Modelling soil temperature on the boreal plain with an emphasis on the rapid cooling period
Abstract
To accurately model soil temperatures on the Boreal Plain, factors that influence fine-grained
soils during the rapid cooling period must first be identified. The effects of air temperature, soil
moisture and snow depth were quantified at 0.1 and 0.5 m depths for 14 sites encompassing five
treatment types: three upland burned, three upland harvested, three upland conifer, three upland
deciduous and two wetland. In the absence of snow from September to October at the 0.1 m
depth, air temperature was identified as the most important parameter, explaining approximately
70% of the variation in soil temperature for upland and wetland sites. At the same depth in the
presence of snow from November to December, soil moisture was more important. At a deeper
soil depth (0.5 m), soil moisture was identified as the most important parameter regardless of
snow cover, explaining from 63 to 91% of the variation in soil temperatures for upland and
wetland sites.

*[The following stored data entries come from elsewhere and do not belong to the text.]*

/**
 * Coastlines for a map: land rings (lon/lat degrees, e.g. Natural Earth land from world-atlas)
 * projected and cut into polylines wherever a ring leaves the view or jumps across the map edge.
 */
import type { MapProjection } from './projections.js';

export type Ring = ArrayLike<ArrayLike<number>>;

/** Polylines as flat [x0, y0, x1, y1, ...] in projected metres. */
export function projectRings(proj: MapProjection, rings: Ring[]): Float64Array[] {
  const e = proj.extent;
  // a step longer than a third of the map's width is a wrap across the antimeridian, not a coast
  const maxJump = (e.xmax - e.xmin) / 3;
  const lines: Float64Array[] = [];
  for (const ring of rings) {
    let cur: number[] = [];
    let px = NaN;
    let py = NaN;
    for (let i = 0; i < ring.length; i++) {
      const p = proj.forward(ring[i][0], ring[i][1]);
      if (p === null || (cur.length > 0 && Math.hypot(p[0] - px, p[1] - py) > maxJump)) {
        if (cur.length >= 4) lines.push(Float64Array.from(cur));
        cur = [];
        if (p === null) {
          px = NaN;
          py = NaN;
          continue;
        }
      }
      cur.push(p[0], p[1]);
      px = p[0];
      py = p[1];
    }
    if (cur.length >= 4) lines.push(Float64Array.from(cur));
  }
  return lines;
}
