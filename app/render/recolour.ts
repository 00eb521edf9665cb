/**
 * The tight loop that turns one level of a field into pixels through a precomputed lookup.
 * Pixels are packed RGBA in a Uint32Array over ImageData's bytes (little-endian byte order,
 * as on every platform Chromium and Electron run on): 0xAABBGGRR.
 */
import { OFF_MAP } from './pixel-lookup.js';

export function packRgba(r: number, g: number, b: number, a = 255): number {
  return ((a << 24) | (b << 16) | (g << 8) | r) >>> 0;
}

export interface RecolourStyle {
  /** palette of packed colours, lowest value first (any length ≥ 2) */
  palette: Uint32Array;
  /** value at the bottom and top of the palette; values outside are clamped */
  min: number;
  max: number;
  /** colour of missing values (land, no data) and of cells the grid does not cover */
  missing: number;
  /** colour of pixels off the map */
  background: number;
  /** metres of water per cell: a missing value where there is water is drawn in `noData`, not as land */
  water?: ArrayLike<number>;
  noData?: number;
}

/** Index into the palette for a value, or -1 for a missing value. */
export function paletteIndex(v: number, min: number, max: number, n: number): number {
  if (v !== v) return -1;
  const t = max > min ? (v - min) / (max - min) : 0.5;
  const k = Math.floor(t * n);
  return k < 0 ? 0 : k >= n ? n - 1 : k;
}

/** Fill `pixels` (one per lookup entry) with the colours of `values` (one per grid cell). */
export function recolour(values: Float32Array, lookup: Int32Array, pixels: Uint32Array, style: RecolourStyle): void {
  // colour each cell once, then gather per pixel: cheaper when pixels outnumber cells and never worse than 2×
  gatherColours(cellColours(values, style), lookup, pixels, style);
}

/** The colour of each cell (packed RGBA): the first half of recolour, kept by the screen while only the lookup changes (zoom, pan). */
export function cellColours(values: Float32Array, style: RecolourStyle, out: Uint32Array = new Uint32Array(values.length)): Uint32Array {
  const { palette, min, max, missing, water } = style;
  const noData = style.noData ?? missing;
  const n = palette.length;
  const scale = max > min ? n / (max - min) : 0;
  const mid = n >> 1;
  for (let c = 0; c < values.length; c++) {
    const v = values[c];
    if (v !== v) {
      out[c] = water !== undefined && water[c] > 0 ? noData : missing;
      continue;
    }
    let k = scale === 0 ? mid : Math.floor((v - min) * scale);
    if (k < 0) k = 0;
    else if (k >= n) k = n - 1;
    out[c] = palette[k];
  }
  return out;
}

/** Each pixel takes its cell's colour; pixels off the map the background, off the grid the missing colour. */
export function gatherColours(cellColour: Uint32Array, lookup: Int32Array, pixels: Uint32Array, style: Pick<RecolourStyle, 'missing' | 'background'>): void {
  const { missing, background } = style;
  const m = lookup.length;
  for (let p = 0; p < m; p++) {
    const c = lookup[p];
    pixels[p] = c >= 0 ? cellColour[c] : c === OFF_MAP ? background : missing;
  }
}
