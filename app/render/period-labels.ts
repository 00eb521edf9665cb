/** The periods of the year as the screen names them (the same ids as the skill rows' `period`). */
import type { ViewPeriod } from '../../contract/view-types.js';

/** Every period in the order the period menu lists them. */
export const VIEW_PERIODS: readonly ViewPeriod[] = ['annual', 'JAN', 'FEB', 'MAR', 'APR', 'MAY', 'JUN', 'JUL', 'AUG', 'SEP', 'OCT', 'NOV', 'DEC', 'DJF', 'MAM', 'JJA', 'SON'];

const MONTHS = ['January', 'February', 'March', 'April', 'May', 'June', 'July', 'August', 'September', 'October', 'November', 'December'];
const SEASON_WORDS: Record<string, string> = { DJF: 'December to February', MAM: 'March to May', JJA: 'June to August', SON: 'September to November' };

/** "annual mean", "January", "DJF (December to February)". */
export function periodLabel(p: ViewPeriod): string {
  if (p === 'annual') return 'annual mean';
  const m = VIEW_PERIODS.indexOf(p) - 1;
  if (m >= 0 && m < 12) return MONTHS[m];
  return `${p} (${SEASON_WORDS[p]})`;
}

/** The one-letter month initials of a month axis, January first. */
export const MONTH_INITIALS = ['J', 'F', 'M', 'A', 'M', 'J', 'J', 'A', 'S', 'O', 'N', 'D'] as const;
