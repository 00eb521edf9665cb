/**
 * User regions from GeoJSON (RFC 7946): each Polygon or MultiPolygon feature becomes one region, named by
 * a property (default "name"); a cell belongs to it when its centre lies inside (holes respected).
 */
import { readFile } from 'node:fs/promises';
import { StillwaterError } from '../errors.js';
import { checkParsingHere } from '../io/parsing-thread.js';
import type { HorizontalGrid } from '../grid/types.js';
import { pointInPolygon, wrapLon, type Ring } from './polygon.js';
import { cellsWhere, type Region } from './region.js';

export interface NamedPolygons {
  name: string;
  /** polygons, each a list of rings (outer first), each ring flat [lon, lat, ...] */
  polygons: Ring[][];
}

type Json = unknown;

function isObj(x: Json): x is Record<string, Json> {
  return typeof x === 'object' && x !== null && !Array.isArray(x);
}

function ringOf(coords: Json, where: string): Float64Array {
  if (!Array.isArray(coords) || coords.length < 3) throw new Error(`${where}: a ring needs at least three positions`);
  const out = new Float64Array(coords.length * 2);
  coords.forEach((p, i) => {
    if (!Array.isArray(p) || typeof p[0] !== 'number' || typeof p[1] !== 'number') throw new Error(`${where}: position ${i} is not [lon, lat]`);
    out[2 * i] = p[0];
    out[2 * i + 1] = p[1];
  });
  return out;
}

function polygonsOf(geom: Json, where: string): Ring[][] {
  if (!isObj(geom)) throw new Error(`${where}: no geometry`);
  if (geom.type === 'Polygon' && Array.isArray(geom.coordinates)) return [geom.coordinates.map((r, i) => ringOf(r, `${where}, ring ${i}`))];
  if (geom.type === 'MultiPolygon' && Array.isArray(geom.coordinates)) {
    return geom.coordinates.map((poly, p) => {
      if (!Array.isArray(poly)) throw new Error(`${where}: polygon ${p} is not a list of rings`);
      return poly.map((r, i) => ringOf(r, `${where}, polygon ${p}, ring ${i}`));
    });
  }
  throw new Error(`${where}: geometry type ${String(geom.type)} is not Polygon or MultiPolygon`);
}

/** Named polygons from parsed GeoJSON; `file` is only for messages. */
export function parseGeoJsonRegions(json: Json, file: string, nameProperty = 'name'): NamedPolygons[] {
  try {
    const features: Json[] = isObj(json) && json.type === 'FeatureCollection' && Array.isArray(json.features)
      ? json.features
      : isObj(json) && json.type === 'Feature'
        ? [json]
        : isObj(json) && (json.type === 'Polygon' || json.type === 'MultiPolygon')
          ? [{ type: 'Feature', properties: { [nameProperty]: 'polygon' }, geometry: json }]
          : [];
    if (features.length === 0) throw new Error('no Polygon or MultiPolygon features');
    return features.map((f, i) => {
      if (!isObj(f)) throw new Error(`feature ${i} is not an object`);
      const props = isObj(f.properties) ? f.properties : {};
      const raw = props[nameProperty];
      const name = typeof raw === 'string' || typeof raw === 'number' ? String(raw) : `feature ${i}`;
      return { name, polygons: polygonsOf(f.geometry, `feature ${i}`) };
    });
  } catch (e) {
    throw new StillwaterError('E_FORMAT', `${file}: not usable GeoJSON regions (${(e as Error).message}).`, { file });
  }
}

/** True when (lon, lat) lies in any of the polygons, trying the longitude as given and shifted by ±360. */
export function inPolygons(lon: number, lat: number, polygons: Ring[][]): boolean {
  const x = wrapLon(lon);
  for (const rings of polygons) {
    if (pointInPolygon(x, lat, rings) || pointInPolygon(x + 360, lat, rings) || pointInPolygon(x - 360, lat, rings)) return true;
  }
  return false;
}

export function regionsFromPolygons(named: NamedPolygons[], grid: HorizontalGrid, source: string): Region[] {
  const n = grid.nx * grid.ny;
  return named.map((p) => ({ name: p.name, source, cells: cellsWhere(n, (c) => inPolygons(grid.lon[c], grid.lat[c], p.polygons)) }));
}

export async function loadGeoJsonRegions(file: string, grid: HorizontalGrid, nameProperty = 'name', only?: string[]): Promise<Region[]> {
  checkParsingHere(file);
  let text: string;
  try {
    text = await readFile(file, 'utf8');
  } catch {
    throw new StillwaterError('E_FILE', `${file}: cannot read the GeoJSON file.`, { file });
  }
  let json: Json;
  try {
    json = JSON.parse(text);
  } catch {
    throw new StillwaterError('E_FORMAT', `${file}: not valid JSON.`, { file });
  }
  let named = parseGeoJsonRegions(json, file, nameProperty);
  if (only && only.length) {
    for (const w of only) {
      if (!named.some((p) => p.name === w)) throw new StillwaterError('E_INPUT', `${file}: no feature with ${nameProperty} '${w}'.`, { file });
    }
    named = named.filter((p) => only.includes(p.name));
  }
  return regionsFromPolygons(named, grid, file);
}
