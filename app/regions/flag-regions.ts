/**
 * User regions from a NetCDF integer variable with CF flag_values / flag_meanings (CF 1.10, section 3.5).
 * The mask is looked up at the common grid's cell centres: directly when it is on the common grid,
 * otherwise in the mask cell (of its own lat-lon grid) that contains the centre.
 */
import { StillwaterError } from '../errors.js';
import type { HorizontalGrid } from '../grid/types.js';
import { wrapLon } from './polygon.js';
import { cellsWhere, type Region } from './region.js';

export interface FlagTable {
  values: number[];
  meanings: string[];
}

/** flag_values and flag_meanings (blank-separated words), checked to pair up. */
export function flagTable(flagValues: unknown, flagMeanings: unknown, file: string, variable: string): FlagTable {
  const values = Array.isArray(flagValues) ? flagValues.map(Number) : [];
  const meanings = typeof flagMeanings === 'string' ? flagMeanings.trim().split(/\s+/).filter(Boolean) : [];
  if (values.length === 0 || meanings.length === 0) {
    throw new StillwaterError('E_VARIABLE', `${file}, variable '${variable}': a region mask needs the attributes flag_values and flag_meanings.`, { file, variable });
  }
  if (values.length !== meanings.length) {
    throw new StillwaterError('E_VARIABLE', `${file}, variable '${variable}': flag_values has ${values.length} entries but flag_meanings ${meanings.length}.`, { file, variable });
  }
  return { values, meanings };
}

function sameCentres(a: HorizontalGrid, b: HorizontalGrid): boolean {
  if (a.nx !== b.nx || a.ny !== b.ny) return false;
  for (let c = 0; c < a.lon.length; c++) {
    if (Math.abs(wrapLon(a.lon[c]) - wrapLon(b.lon[c])) > 1e-6 || Math.abs(a.lat[c] - b.lat[c]) > 1e-6) return false;
  }
  return true;
}

/** Index of the interval of increasing `edges` holding x, or -1 outside. */
function findInterval(edges: ArrayLike<number>, x: number): number {
  const n = edges.length - 1;
  if (!(x >= edges[0] && x <= edges[n])) return -1;
  let lo = 0;
  let hi = n - 1;
  while (lo < hi) {
    const mid = (lo + hi + 1) >> 1;
    if (edges[mid] <= x) lo = mid;
    else hi = mid - 1;
  }
  return lo;
}

/** For each target cell, the mask cell holding its centre (-1 when outside the mask's grid). */
export function maskLookup(mask: HorizontalGrid, target: HorizontalGrid, file: string): Int32Array {
  const n = target.nx * target.ny;
  const out = new Int32Array(n);
  if (sameCentres(mask, target)) {
    for (let c = 0; c < n; c++) out[c] = c;
    return out;
  }
  const axes = mask.axes;
  if (!axes) throw new StillwaterError('E_GRID', `${file}: a region mask must be on the common grid or on a lat-lon grid.`, { file });
  const e0 = axes.lonEdges[0];
  for (let c = 0; c < n; c++) {
    // bring the longitude into the mask's own range [e0, e0 + 360)
    const x = e0 + ((((target.lon[c] - e0) % 360) + 360) % 360);
    const i = findInterval(axes.lonEdges, x);
    const j = findInterval(axes.latEdges, target.lat[c]);
    out[c] = i < 0 || j < 0 ? -1 : j * mask.nx + i;
  }
  return out;
}

export function regionsFromFlags(
  values: ArrayLike<number>,
  mask: HorizontalGrid,
  table: FlagTable,
  target: HorizontalGrid,
  file: string,
  only?: string[],
): Region[] {
  const lookup = maskLookup(mask, target, file);
  const n = target.nx * target.ny;
  const picked = only && only.length ? only : table.meanings;
  return picked.map((name) => {
    const f = table.meanings.indexOf(name);
    if (f < 0) throw new StillwaterError('E_INPUT', `${file}: no flag meaning '${name}' (it has ${table.meanings.join(', ')}).`, { file });
    const v = table.values[f];
    return { name, source: file, cells: cellsWhere(n, (c) => lookup[c] >= 0 && values[lookup[c]] === v) };
  });
}
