/**
 * Where a run × region lands on the Taylor diagram (Taylor 2001) and on the target diagram
 * (Jolliff et al. 2009), from its skill numbers. Both are normalised by the reference's standard deviation.
 */

export interface SkillNumbers {
  bias: number;
  crmse: number;
  corr: number;
  model_std: number;
  ref_std: number;
}

export interface TaylorPoint {
  /** normalised standard deviation σm / σr (the radius) */
  s: number;
  /** correlation R (the angle is acos R) */
  r: number;
  x: number;
  y: number;
  /** normalised centred RMS difference E'/σr: the distance from the reference point (1, 0) */
  e: number;
}

/** Polar position (radius σm/σr, angle acos R) in Cartesian coordinates; null where σr is 0 or numbers are missing. */
export function taylorPoint(k: SkillNumbers): TaylorPoint | null {
  if (!(k.ref_std > 0) || !Number.isFinite(k.model_std) || !Number.isFinite(k.corr)) return null;
  const s = k.model_std / k.ref_std;
  const r = Math.max(-1, Math.min(1, k.corr));
  const theta = Math.acos(r);
  // law of cosines, Taylor (2001) eq. 2: E'² = σm² + σr² − 2 σm σr R, here divided by σr²
  const e = Math.sqrt(Math.max(0, 1 + s * s - 2 * s * r));
  return { s, r, x: s * Math.cos(theta), y: s * Math.sin(theta), e };
}

export interface TargetPoint {
  /** unbiased RMS difference / σr, signed by σm − σr (Jolliff et al. 2009) */
  x: number;
  /** bias / σr */
  y: number;
  /** total RMS difference / σr: the distance from the origin */
  d: number;
}

export function targetPoint(k: SkillNumbers): TargetPoint | null {
  if (!(k.ref_std > 0) || !Number.isFinite(k.crmse) || !Number.isFinite(k.bias)) return null;
  const sign = k.model_std >= k.ref_std ? 1 : -1;
  const x = (sign * k.crmse) / k.ref_std;
  const y = k.bias / k.ref_std;
  return { x, y, d: Math.hypot(x, y) };
}

/**
 * Points of the arc of constant centred RMS difference e around the reference point (1, 0),
 * clipped to the quarter (or half, with negative correlations) disc of radius sMax.
 */
export function rmsArc(e: number, sMax: number, allowNegative: boolean, steps = 90): [number, number][][] {
  const arcs: [number, number][][] = [];
  let cur: [number, number][] = [];
  for (let i = 0; i <= steps; i++) {
    const a = (Math.PI * i) / steps;
    const x = 1 + e * Math.cos(a);
    const y = e * Math.sin(a);
    const inside = Math.hypot(x, y) <= sMax + 1e-12 && (allowNegative || x >= -1e-12);
    if (inside) cur.push([x, y]);
    else if (cur.length) {
      arcs.push(cur);
      cur = [];
    }
  }
  if (cur.length > 1) arcs.push(cur);
  return arcs;
}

The presence of snow was a significant factor influencing soil temperatures, but
snow depth was not. Further, the soil temperature algorithms of SWAT were tested using one
site of each treatment type at 0.1, 0.5 and 1.0 m depths. The algorithms utilized by SWAT were
able to reproduce seasonal trends in soil temperatures adequately for the spring, summer and
autumn seasons, with only a slight increase in the lag coefficient parameter. During winter
months, the SWAT algorithms tended to predict soil temperatures that were consistently lower
than measured data. Further development to the SWAT soil temperature algorithms is required to
represent better the important insulating effect of snowpack.